Вдруг сквозь плотно сжатые веки я различила свет. Он шел откуда-то изнутри, словно в глубине моих глаз возникло неземное, изумрудное сияние. Такого света мне никогда не доводилось видеть. Сердце забилось чаще, горло перехватило. Я поняла, что происходит необыкновенное, удивительное, чудесное.
Сквозь сияние начала проступать фигура женщины.
– Мамочка, ты пришла, мамочка!
Но это была не мама. Свет сник, отступил, и женщина предстала передо мной, словно живая. Я и представить себе не могла, что на свете существуют такие красавицы. От нее исходило тепло, точно от свежевыпеченной халы, глаза лучились, будто субботние свечи, а запах она источала, как веточки мирта в праздник Суккот. Не знаю откуда, не знаю почему, но я вдруг поняла, что передо мной стоит царица Эстер.
Ее губы чуть заметно зашевелились, и слова сами собой зазвучали у меня в голове:
– Ничего не бойся. Все кончится хорошо. Ничего не бойся.
Я кивнула в знак согласия.
– Никогда больше не ложись так. Сейчас встань, подойти к настоятельнице и скажи ей, что предмет, который она разыскивает, находится под матрасом в келье сестры Кристины.

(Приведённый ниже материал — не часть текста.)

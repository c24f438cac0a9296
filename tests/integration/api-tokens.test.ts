import { describe, expect, it } from "vitest";
import { createApiToken, revokeApiToken } from "@/lib/api-tokens";
import { listApiTokens } from "@/db/queries/api-tokens";
import { Client } from "../helpers/http";
import { newLead } from "../helpers/people";

describe("personal API tokens", () => {
  it("authenticate as their user until revoked, and record last use", async () => {
    const { actor, crewId } = await newLead("token");
    const { id, token } = await createApiToken(actor, "field laptop");
    const bearer = new Client(token);

    const me = await bearer.get("/api/me");
    expect(me.status).toBe(200);
    const body = await me.json();
    expect(body.via).toBe("api-token");
    expect(body.crews[0].crewId).toBe(crewId);
    expect((await bearer.post("/api/route-plans", { name: "From script", waypoints: [{ name: "a", lat: 1, lon: 1 }, { name: "b", lat: 1.001, lon: 1 }] })).status).toBe(201);

    const listed = await listApiTokens(actor.user.id);
    expect(listed[0].lastUsedAt).toBeInstanceOf(Date);
    // Only a hash is stored: the clear token appears nowhere in what the app reads back.
    expect(JSON.stringify(listed)).not.toContain(token.slice(12));

    await revokeApiToken(actor, id);
    expect((await bearer.get("/api/me")).status).toBe(401);
  });

  it("refuses tokens that were never issued or are malformed", async () => {
    expect((await new Client("sortie_forged-token-value-000000000000000000000").get("/api/me")).status).toBe(401);
    expect((await new Client("not-even-our-prefix").get("/api/me")).status).toBe(401);
  });
});
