import { describe, expect, it } from "vitest";
import { passwordSchema, resetPasswordSchema, signUpSchema } from "@/lib/validations/auth";
import { buildCreateSchema } from "@/lib/validations/build";
import { routePlanCreateSchema } from "@/lib/validations/route-plan";

describe("signUpSchema", () => {
  it("normalises the e-mail to lower case and trims names", () => {
    const v = signUpSchema.parse({ name: "  Ada ", email: " Ada@Example.ORG ", password: "0123456789", crewName: " Harbour " });
    expect(v).toEqual({ name: "Ada", email: "ada@example.org", password: "0123456789", crewName: "Harbour" });
  });

  it("reports every bad field at once", () => {
    const r = signUpSchema.safeParse({ name: "", email: "nope", password: "short", crewName: "" });
    expect(r.success).toBe(false);
    const paths = new Set(r.error!.issues.map((i) => i.path.join(".")));
    expect(paths).toEqual(new Set(["name", "email", "password", "crewName"]));
  });
});

describe("passwordSchema", () => {
  // NIST SP 800-63B §5.1.1.2: length, not composition rules; bcrypt reads at most 72 bytes.
  it("accepts 10 to 72 characters of any kind", () => {
    expect(passwordSchema.safeParse("aaaaaaaaaa").success).toBe(true);
    expect(passwordSchema.safeParse("a".repeat(72)).success).toBe(true);
    expect(passwordSchema.safeParse("a".repeat(9)).success).toBe(false);
    expect(passwordSchema.safeParse("a".repeat(73)).success).toBe(false);
  });
});

describe("resetPasswordSchema", () => {
  it("flags a confirmation that differs", () => {
    const r = resetPasswordSchema.safeParse({ token: "t".repeat(43), password: "0123456789", confirm: "0123456780" });
    expect(r.success).toBe(false);
    expect(r.error!.issues[0].path).toEqual(["confirm"]);
  });
});

describe("routePlanCreateSchema", () => {
  const wp = (lat: number, lon: number) => ({ name: "w", lat, lon });
  it("needs two waypoints inside WGS84 ranges", () => {
    expect(routePlanCreateSchema.safeParse({ name: "r", waypoints: [wp(0, 0)] }).success).toBe(false);
    expect(routePlanCreateSchema.safeParse({ name: "r", waypoints: [wp(91, 0), wp(0, 0)] }).success).toBe(false);
    expect(routePlanCreateSchema.safeParse({ name: "r", waypoints: [wp(0, 181), wp(0, 0)] }).success).toBe(false);
    const ok = routePlanCreateSchema.parse({ name: "r", waypoints: [wp(-90, -180), wp(90, 180)] });
    expect(ok.vehicleClass).toBe("ground");
  });
});

describe("buildCreateSchema", () => {
  it("accepts a minimal build and refuses an unknown vehicle type", () => {
    expect(buildCreateSchema.safeParse({ name: "Rover", vehicleType: "ground" }).success).toBe(true);
    expect(buildCreateSchema.safeParse({ name: "Rover", vehicleType: "hovercraft" }).success).toBe(false);
  });

  it("keeps receiver sensitivity negative (dBm)", () => {
    expect(buildCreateSchema.safeParse({ name: "R", vehicleType: "boat", rxSensitivityDbm: 5 }).success).toBe(false);
    expect(buildCreateSchema.safeParse({ name: "R", vehicleType: "boat", rxSensitivityDbm: -110 }).success).toBe(true);
  });
});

Когда настоятельница вернется, попроси разрешения самостоятельно брать книги в монастырской библиотеке.
Я открыла рот, чтобы задать вопрос, но изумрудное сияние окутало царицу, и она исчезла.
Ноги совсем занемели, подниматься пришлось с величайшим трудом. Служба подходила к концу, монахини стояли на коленях и тихонько пели. Настоятельница обернулась и сделала приглашающий жест. Я приблизилась, она обняла меня, прижала к себе.

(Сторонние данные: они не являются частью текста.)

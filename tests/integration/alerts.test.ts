/**
 * "Act" alerts by e-mail, end to end: a log through the real pipeline (our own simulator's
 * output, demo data), the mail read from the local maildev inbox.
 */
import { and, eq } from "drizzle-orm";
import { beforeAll, describe, expect, it } from "vitest";
import { db } from "@/db/client";
import { demoCrew } from "@/db/demo-crew";
import { getUserById } from "@/db/queries/users";
import { auditLog } from "@/db/schema";
import { updateProfile } from "@/lib/accounts/profile";
import { ALERT_ACTION, sendRunAlert } from "@/lib/alerts/run-alert";
import { acceptInvitation, inviteMember } from "@/lib/crews/invitations";
import { simulateRun } from "@/scripts/simulator/simulate-run";
import { toCsv } from "@/scripts/simulator/write-logs";
import { Client } from "../helpers/http";
import { linkIn, mailsTo, tokenFromLink, waitForMail } from "../helpers/inbox";
import { newLead, testPassword, uniqueEmail } from "../helpers/people";
import { settledRun, uploadLog } from "../helpers/uploads";

const loop = demoCrew.routePlans[0].waypoints;
// A tired pack and the simulator's link loss → "act"; no loss and no fade → "clear".
const actCsv = toCsv(simulateRun({ seed: 73, waypoints: loop, startSoc: 0.35, resistanceOhm: 0.06 }));
const clearCsv = toCsv(simulateRun({ seed: 79, waypoints: loop, lossAt: 2, fadeAt: [2, 2] }));
const actTitle = "<script>alert(1)</script> alert-check";
/** Long enough for a mail that was going to be sent to have arrived (the act mail takes well under this). */
const GRACE_MS = 2500;
const pause = (ms: number) => new Promise((r) => setTimeout(r, ms));
const aboutRun = (runId: number) => (m: { text?: string }) => new RegExp(`/runs/${runId}(?!\\d)`).test(m.text ?? "");

async function alertEntries(runId: number) {
  return db()
    .select({ detail: auditLog.detail })
    .from(auditLog)
    .where(and(eq(auditLog.action, ALERT_ACTION), eq(auditLog.targetType, "run"), eq(auditLog.targetId, String(runId))));
}

describe("act alerts", () => {
  let lead: Awaited<ReturnType<typeof newLead>>;
  let quietEmail: string;
  let c: Client;
  let actRun: number;

  beforeAll(async () => {
    lead = await newLead("alerts");
    // A second lead who turned alerts off in Settings.
    quietEmail = uniqueEmail("alerts-quiet");
    await inviteMember(lead.actor, lead.crewId, { email: quietEmail, role: "lead" });
    const { userId } = await acceptInvitation(tokenFromLink(linkIn(await waitForMail(quietEmail, /invited/), "/invite/")), { name: "Quiet Lead", password: testPassword });
    const quiet = (await getUserById(userId))!;
    await updateProfile({ user: quiet, via: "session" }, { name: quiet.name, units: quiet.units, alertEmails: false });
    expect((await getUserById(userId))!.alertEmails).toBe(false);
    c = new Client();
    expect(await c.signIn(lead.email, testPassword)).toBeNull();
  });

  it("mails the lead who wants alerts when a run comes out 'act', with the reasons and a link", async () => {
    const up = await uploadLog(c, `${actTitle}.csv`, actCsv);
    actRun = up.runId;
    const run = await settledRun(c, actRun);
    expect(run.status).toBe("ready");
    const { summary } = ((await (await c.get(`/api/runs/${actRun}`)).json()) as { run: { summary: { verdict: { level: string; reasons: string[] } } } }).run;
    expect(summary.verdict.level).toBe("act");

    const mail = await waitForMail(lead.email, /^Act before the next run: /, 15_000);
    expect(mail.subject).toBe(`Act before the next run: ${actTitle}`);
    const url = `${process.env.APP_URL ?? "http://localhost:3100"}/runs/${actRun}`;
    expect(linkIn(mail, "/runs/")).toBe(url);
    for (const r of summary.verdict.reasons) {
      expect(mail.text).toContain(r);
      expect(mail.html).toContain(r);
    }
    expect(mail.text).toContain("Turn these off in Settings");
    // The title is user text: escaped in the HTML part, as written in the plain part.
    expect(mail.html).not.toContain("<script>");
    expect(mail.html).toContain("&lt;script&gt;alert(1)&lt;/script&gt; alert-check");
    expect(mail.text).toContain(actTitle);

    const entries = await alertEntries(actRun);
    expect(entries).toHaveLength(1);
    expect(entries[0].detail).toMatchObject({ verdict: "act", recipients: [lead.userId], reasons: summary.verdict.reasons });
  });

  it("sends nothing to the lead who turned alerts off", async () => {
    await pause(GRACE_MS);
    expect((await mailsTo(quietEmail)).filter((m) => /^Act before/.test(m.subject))).toEqual([]);
  });

  it("does not mail again when a re-parse of the same run says 'act' again", async () => {
    const res = await c.post(`/api/runs/${actRun}/reparse`, {});
    expect(res.status, await res.clone().text()).toBe(200);
    // Wait for the re-parse to start and finish (the run is queued first).
    await pause(300);
    expect((await settledRun(c, actRun)).status).toBe("ready");
    await pause(GRACE_MS);
    expect((await mailsTo(lead.email)).filter(aboutRun(actRun))).toHaveLength(1);
    expect(await alertEntries(actRun)).toHaveLength(1);
  });

  it("mails again for a later 'act' that follows a non-act verdict, and never twice for one outcome", async () => {
    // The decision on its own, as the ingest hook makes it: before this analysis the run was "clear".
    expect(await sendRunAlert(actRun, "clear")).toEqual({ sent: 1, failed: 0, recipients: [lead.userId] });
    expect(await sendRunAlert(actRun, "act")).toEqual({ skipped: "already-sent" });
    const deadline = Date.now() + 10_000;
    while ((await mailsTo(lead.email)).filter(aboutRun(actRun)).length < 2 && Date.now() < deadline) await pause(200);
    expect((await mailsTo(lead.email)).filter(aboutRun(actRun))).toHaveLength(2);
    expect(await alertEntries(actRun)).toHaveLength(2);
  });

  it("sends nothing for a 'clear' run", async () => {
    const up = await uploadLog(c, "alerts-clear-check.csv", clearCsv);
    expect((await settledRun(c, up.runId)).status).toBe("ready");
    const { summary } = ((await (await c.get(`/api/runs/${up.runId}`)).json()) as { run: { summary: { verdict: { level: string } } } }).run;
    expect(summary.verdict.level).toBe("clear");
    expect(await sendRunAlert(up.runId, null)).toEqual({ skipped: "not-act" });
    await pause(GRACE_MS);
    expect((await mailsTo(lead.email)).filter(aboutRun(up.runId))).toEqual([]);
    expect(await alertEntries(up.runId)).toEqual([]);
  });
});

– Как ты себя чувствуешь, малышка? – спросила она ласковым голосом.
Я наклонилась к ее уху и прошептала то, что велела царица.

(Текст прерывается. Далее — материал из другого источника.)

import { describe, expect, it } from "vitest";
import { requestPasswordReset, resetPassword } from "@/lib/accounts/password-reset";
import { Client } from "../helpers/http";
import { linkIn, mailsTo, tokenFromLink, waitForMail } from "../helpers/inbox";
import { newLead, testPassword, uniqueEmail } from "../helpers/people";

describe("password reset by e-mail", () => {
  it("mails a one-time link that sets a new password", async () => {
    const { email } = await newLead("reset");
    await requestPasswordReset(email);
    const link = linkIn(await waitForMail(email, /Reset your Sortie password/), "/reset/");
    const page = await new Client().get(new URL(link).pathname);
    expect(await page.text()).toContain("Choose a new password");

    await resetPassword(tokenFromLink(link), "a brand new passphrase");
    expect(await new Client().signIn(email, testPassword)).toBe("CredentialsSignin");
    expect(await new Client().signIn(email, "a brand new passphrase")).toBeNull();
    await expect(resetPassword(tokenFromLink(link), "yet another passphrase")).rejects.toThrow(/expired or was already used/);
  });

  it("sends nothing for an unknown address", async () => {
    const ghost = uniqueEmail("ghost");
    await requestPasswordReset(ghost);
    expect(await mailsTo(ghost)).toEqual([]);
  });
});

describe("sign-in rate limit", () => {
  it("blocks an account after repeated failures, even with the right password", async () => {
    const { email } = await newLead("limit");
    const c = new Client();
    for (let i = 0; i < 8; i++) expect(await c.signIn(email, "wrong password!")).toBe("CredentialsSignin");
    expect(await new Client().signIn(email, testPassword)).toBe("RateLimited");
  });
});
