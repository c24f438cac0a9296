/**
 * Share links against the running test build: a lead makes a link, a signed-out browser opens the
 * shared debrief and its data, views are counted, expired and revoked links are refused with one
 * page that says nothing about the run, a token opens only its own run, and only the run's own
 * leads may make, list and revoke links. The log is our simulator's invented demo data.
 */
import { createHash } from "node:crypto";
import { and, eq, sql } from "drizzle-orm";
import { beforeAll, describe, expect, it } from "vitest";
import { db } from "@/db/client";
import { demoCrew } from "@/db/demo-crew";
import { auditLog, memberships, runNotes, shareLinks, type Role } from "@/db/schema";
import { simulateRun } from "@/scripts/simulator/simulate-run";
import { toCsv } from "@/scripts/simulator/write-logs";
import { Client } from "../helpers/http";
import { newLead, testPassword } from "../helpers/people";
import { settledRun, uploadLog } from "../helpers/uploads";

const loop = demoCrew.routePlans[0].waypoints;
const csv = toCsv(simulateRun({ seed: 21, waypoints: loop, hz: 10 }));
const GONE = "This link has expired or was withdrawn";
const NOTE = `<script>alert("x")</script> Antenna moved to the mast top`;

async function member(crewId: number, role: Role) {
  const who = await newLead(`share-${role}`);
  await db().insert(memberships).values({ crewId, userId: who.userId, role });
  const client = new Client();
  expect(await client.signIn(who.email, testPassword)).toBeNull();
  return { ...who, client };
}

const tokenOf = (url: string) => new URL(url).pathname.split("/").pop()!;
const linkRow = async (id: number) => (await db().select().from(shareLinks).where(eq(shareLinks.id, id)))[0];

describe("share links", () => {
  let lead: Awaited<ReturnType<typeof newLead>>;
  const c = new Client();
  let runId: number;
  let otherRunId: number;
  let title: string;
  let link: { id: number; url: string; expiresAt: string };
  let token: string;
  let pilot: Awaited<ReturnType<typeof member>>;
  let observer: Awaited<ReturnType<typeof member>>;

  beforeAll(async () => {
    lead = await newLead("share");
    expect(await c.signIn(lead.email, testPassword)).toBeNull();
    const up = await uploadLog(c, "shared-loop.csv", csv);
    const run = await settledRun(c, up.runId);
    expect(run.status).toBe("ready");
    runId = up.runId;
    title = ((await (await c.get(`/api/runs/${runId}`)).json()) as { run: { title: string } }).run.title;
    const other = await uploadLog(c, "private-loop.csv", toCsv(simulateRun({ seed: 22, waypoints: loop, hz: 10 })));
    expect((await settledRun(c, other.runId)).status).toBe("ready");
    otherRunId = other.runId;
    pilot = await member(lead.crewId, "pilot");
    observer = await member(lead.crewId, "observer");
    // Notes are written through a server action in the app; straight into the table here.
    await db().insert(runNotes).values({ runId, authorId: lead.userId, body: NOTE });
  });

  it("lets the lead make a link; only the token's SHA-256 is stored", async () => {
    const before = Date.now();
    const res = await c.post(`/api/runs/${runId}/share-links`, { expiresInDays: 7 });
    expect(res.status, await res.clone().text()).toBe(201);
    link = await res.json();
    expect(link.url).toMatch(/\/share\/[A-Za-z0-9_-]{43}$/);
    token = tokenOf(link.url);
    const expires = new Date(link.expiresAt).getTime();
    expect(expires).toBeGreaterThanOrEqual(before + 7 * 86_400_000 - 1000);
    expect(expires).toBeLessThanOrEqual(Date.now() + 7 * 86_400_000 + 1000);
    const row = await linkRow(link.id);
    expect(row.runId).toBe(runId);
    expect(row.tokenHash).toBe(createHash("sha256").update(token).digest("hex"));
    expect(JSON.stringify(row)).not.toContain(token);
    const audits = await db().select().from(auditLog).where(and(eq(auditLog.action, "share-link.created"), eq(auditLog.targetId, String(link.id))));
    expect(audits).toHaveLength(1);
    expect(audits[0].crewId).toBe(lead.crewId);
  });

  it("refuses expiries outside 1–90 whole days with 422", async () => {
    for (const expiresInDays of [0, 91, 2.5, "7", null]) {
      expect((await c.post(`/api/runs/${runId}/share-links`, { expiresInDays })).status).toBe(422);
    }
    expect((await c.post(`/api/runs/${runId}/share-links`, {})).status).toBe(422);
  });

  it("shows the debrief to a signed-out visitor: title and figures, no member e-mail, no links into the app", async () => {
    const res = await new Client().get(`/share/${token}`);
    expect(res.status).toBe(200);
    const html = await res.text();
    expect(html).toContain(title);
    expect(html).toContain("Distance travelled");
    expect(html).toContain('data-testid="verdict"');
    // The note is there as text: React escapes it.
    expect(html).toContain("&lt;script&gt;alert");
    expect(html).not.toContain('<script>alert("x")');
    for (const email of [lead.email, pilot.email, observer.email]) expect(html).not.toContain(email);
    expect(html).not.toMatch(/href="\/(dashboard|runs|builds|crew|settings|sign-in)/);
    expect(html).not.toContain(`/api/runs/${runId}/original`);
    expect(html).toContain(`/api/share/${token}`);
    // Referrer-Policy keeps the token out of Referer headers (tiles); robots keep the page unindexed.
    expect(res.headers.get("referrer-policy")).toBe("no-referrer");
    expect(res.headers.get("x-robots-tag")).toMatch(/noindex/);
    expect(html).toMatch(/<meta name="robots" content="noindex, nofollow/);
    expect(html).toContain('<meta name="referrer" content="no-referrer"');
  });

  it("counts one view per page load, and none for the data the page fetches", async () => {
    const views = async () => (await linkRow(link.id)).viewCount;
    const n = await views();
    await new Client().get(`/share/${token}`);
    await new Client().get(`/share/${token}`);
    expect(await views()).toBe(n + 2);
    await new Client().get(`/api/share/${token}/track`);
    expect(await views()).toBe(n + 2);
    expect((await linkRow(link.id)).lastViewedAt).toBeInstanceOf(Date);
    const listed = (await (await c.get(`/api/runs/${runId}/share-links`)).json()) as { shareLinks: { id: number; viewCount: number; state: string; createdBy: string }[] };
    const mine = listed.shareLinks.find((l) => l.id === link.id)!;
    expect(mine).toMatchObject({ viewCount: n + 2, state: "active", createdBy: "share lead" });
    expect(JSON.stringify(listed)).not.toMatch(/tokenHash|token_hash/);
  });

  it("serves the token's run data exactly as the run routes do, without a session", async () => {
    const anon = new Client();
    for (const path of ["/series?fields=rssiDbm,lqPct,voltageV&points=800", "/series?fields=rssiDbm&from=10&to=12", "/track", "/points?fields=distanceFromHomeM,rssiDbm&points=300"]) {
      const shared = await anon.get(`/api/share/${token}${path}`);
      expect(shared.status, path).toBe(200);
      const own = await c.get(`/api/runs/${runId}${path}`);
      expect(await shared.json()).toEqual(await own.json());
      expect(shared.headers.get("etag")).toBe(own.headers.get("etag"));
      expect(shared.headers.get("cache-control")).toBe(own.headers.get("cache-control"));
    }
    expect((await anon.get(`/api/share/${token}/series?fields=warp`)).status).toBe(422);
  });

  it("opens nothing but its own run", async () => {
    const anon = new Client();
    // The share routes take no run id: a query naming another run is ignored.
    const s = await (await anon.get(`/api/share/${token}/series?fields=rssiDbm&runId=${otherRunId}&id=${otherRunId}`)).json();
    expect(s.runId).toBe(runId);
    // The token is no session: the run routes still want one.
    for (const path of [`/api/runs/${otherRunId}/series?fields=rssiDbm`, `/api/runs/${otherRunId}/track`, `/api/runs/${runId}/series?fields=rssiDbm`, `/api/runs/${otherRunId}`, `/api/runs/${runId}/original`]) {
      expect((await anon.request(path, { headers: { authorization: `Bearer ${token}` } })).status, path).toBe(401);
      expect((await anon.get(`${path}${path.includes("?") ? "&" : "?"}token=${token}`)).status, path).toBe(401);
    }
    // A run id (or anything else) in the token's place is no link.
    for (const bad of [String(otherRunId), `${token.slice(0, -1)}${token.endsWith("A") ? "B" : "A"}`, `..%2F${otherRunId}`, token + "x"]) {
      expect((await anon.get(`/api/share/${bad}/series?fields=rssiDbm`)).status).toBe(404);
    }
    expect((await anon.get(`/api/share/${token}/../../runs/${otherRunId}/series?fields=rssiDbm`)).status).toBe(401);
    // Exports and share management are not reachable with the token either.
    expect((await anon.get(`/api/runs/${runId}/export/track.gpx`)).status).toBe(401);
    expect((await anon.get(`/api/runs/${runId}/share-links`)).status).toBe(401);
  });

  it("refuses an unknown or malformed token with the same page and a 404", async () => {
    for (const bad of ["A".repeat(43), "short", "not-a-token-at-all"]) {
      const res = await new Client().get(`/share/${bad}`);
      expect(res.status).toBe(404);
      const html = await res.text();
      expect(html).toContain(GONE);
    }
  });

  it("refuses an expired link (page and data) and counts nothing", async () => {
    const made = (await (await c.post(`/api/runs/${runId}/share-links`, { expiresInDays: 1 })).json()) as typeof link;
    const t = tokenOf(made.url);
    expect((await new Client().get(`/share/${t}`)).status).toBe(200);
    await db().update(shareLinks).set({ expiresAt: new Date(Date.now() - 60_000) }).where(eq(shareLinks.id, made.id));
    const res = await new Client().get(`/share/${t}`);
    expect(res.status).toBe(404);
    const html = await res.text();
    expect(html).toContain(GONE);
    expect(html).not.toContain(title);
    expect((await new Client().get(`/api/share/${t}/track`)).status).toBe(404);
    expect((await linkRow(made.id)).viewCount).toBe(1);
    const listed = (await (await c.get(`/api/runs/${runId}/share-links`)).json()) as { shareLinks: { id: number; state: string }[] };
    expect(listed.shareLinks.find((l) => l.id === made.id)!.state).toBe("expired");
  });

  it("keeps pilots and observers from making, listing or revoking links (403), and other crews out (404)", async () => {
    for (const who of [pilot, observer]) {
      expect((await who.client.post(`/api/runs/${runId}/share-links`, { expiresInDays: 7 })).status).toBe(403);
      expect((await who.client.get(`/api/runs/${runId}/share-links`)).status).toBe(403);
      expect((await who.client.request(`/api/share-links/${link.id}`, { method: "DELETE" })).status).toBe(403);
    }
    const outsider = await newLead("share-outsider");
    const o = new Client();
    expect(await o.signIn(outsider.email, testPassword)).toBeNull();
    expect((await o.post(`/api/runs/${runId}/share-links`, { expiresInDays: 7 })).status).toBe(404);
    expect((await o.get(`/api/runs/${runId}/share-links`)).status).toBe(404);
    expect((await o.request(`/api/share-links/${link.id}`, { method: "DELETE" })).status).toBe(404);
    expect((await c.request(`/api/share-links/999999999`, { method: "DELETE" })).status).toBe(404);
    expect((await new Client().request(`/api/share-links/${link.id}`, { method: "DELETE" })).status).toBe(401);
    expect((await linkRow(link.id)).revokedAt).toBeNull();
  });

  it("lets the lead revoke a link: page and data stop at once, the list says revoked, the audit log has it", async () => {
    const res = await c.request(`/api/share-links/${link.id}`, { method: "DELETE" });
    expect(res.status).toBe(200);
    expect((await c.request(`/api/share-links/${link.id}`, { method: "DELETE" })).status).toBe(200);
    const page = await new Client().get(`/share/${token}`);
    expect(page.status).toBe(404);
    expect(await page.text()).toContain(GONE);
    for (const path of ["/series?fields=rssiDbm", "/track", "/points?fields=rssiDbm"]) expect((await new Client().get(`/api/share/${token}${path}`)).status).toBe(404);
    const listed = (await (await c.get(`/api/runs/${runId}/share-links`)).json()) as { shareLinks: { id: number; state: string; revokedAt: string | null }[] };
    const mine = listed.shareLinks.find((l) => l.id === link.id)!;
    expect(mine.state).toBe("revoked");
    expect(mine.revokedAt).toBeTruthy();
    const audits = await db()
      .select({ n: sql<number>`COUNT(*)` })
      .from(auditLog)
      .where(and(eq(auditLog.action, "share-link.revoked"), eq(auditLog.targetId, String(link.id))));
    expect(Number(audits[0].n)).toBe(1);
  });
});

Настоятельница вздрогнула.
– Откуда ты знаешь? – сказала она совсем другим тоном.
Я молчала.
– Ты это узнала сейчас, во время молитвы?
Я кивнула.
Настоятельница резко поднялась с колен и, шурша казулой, вышла из зала. Спустя несколько минут она вернулась. Ее лицо пылало от гнева.
– Отправляйся в мою келью, малышка, – приказала она мне. – Дожидайся там. А ты, сестра Кристина, и ты, сестра ключница, пройдемте в конторское помещение.
С того дня я переселилась в заднюю комнатку кельи настоятельницы. В отличие от узких, похожих на тюремную камеру комнатушек сестер, настоятельница занимала четыре соединенные между собой комнаты, скромно именуемые кельей. В самой просторной она принимала гостей, в средней находилась личная молельня, а в двух маленьких – спальни. Одну из них отдали мне, и я почти не выходила наружу, проводя большую часть времени за чтением книг на идише, найденных в библиотеке.
В монастыре почитали меня за святую, сестры думали, будто я крестилась и готовлюсь по достижении совершеннолетия постричься в монахини. И только настоятельница знала, что это не так.
В первый же вечер, перед тем как заснуть, я повернула висевшее над изголовьем распятие лицом к стене. Ночью настоятельница бесшумно вошла в комнатку.
– Ты спишь, малышка? – спросила она, наклоняясь к кровати.
Я не стала отвечать. Постояв несколько минут, настоятельница вышла. Открыв глаза, я увидела, что распятие исчезло.
Царица Эстер приходила почти каждую неделю. Как правило, она появлялась после того, как настоятельница задавала очередной вопрос. Поначалу я помогала отыскивать исчезнувшие предметы или понимать намерения сестер, но, убедившись в точности ответов, настоятельница стала расспрашивать меня о более сложных вещах. Ответы сообщала мне царица Эстер, и я только пересказывала их слово в слово, часто не понимая, о чем и о ком идет речь.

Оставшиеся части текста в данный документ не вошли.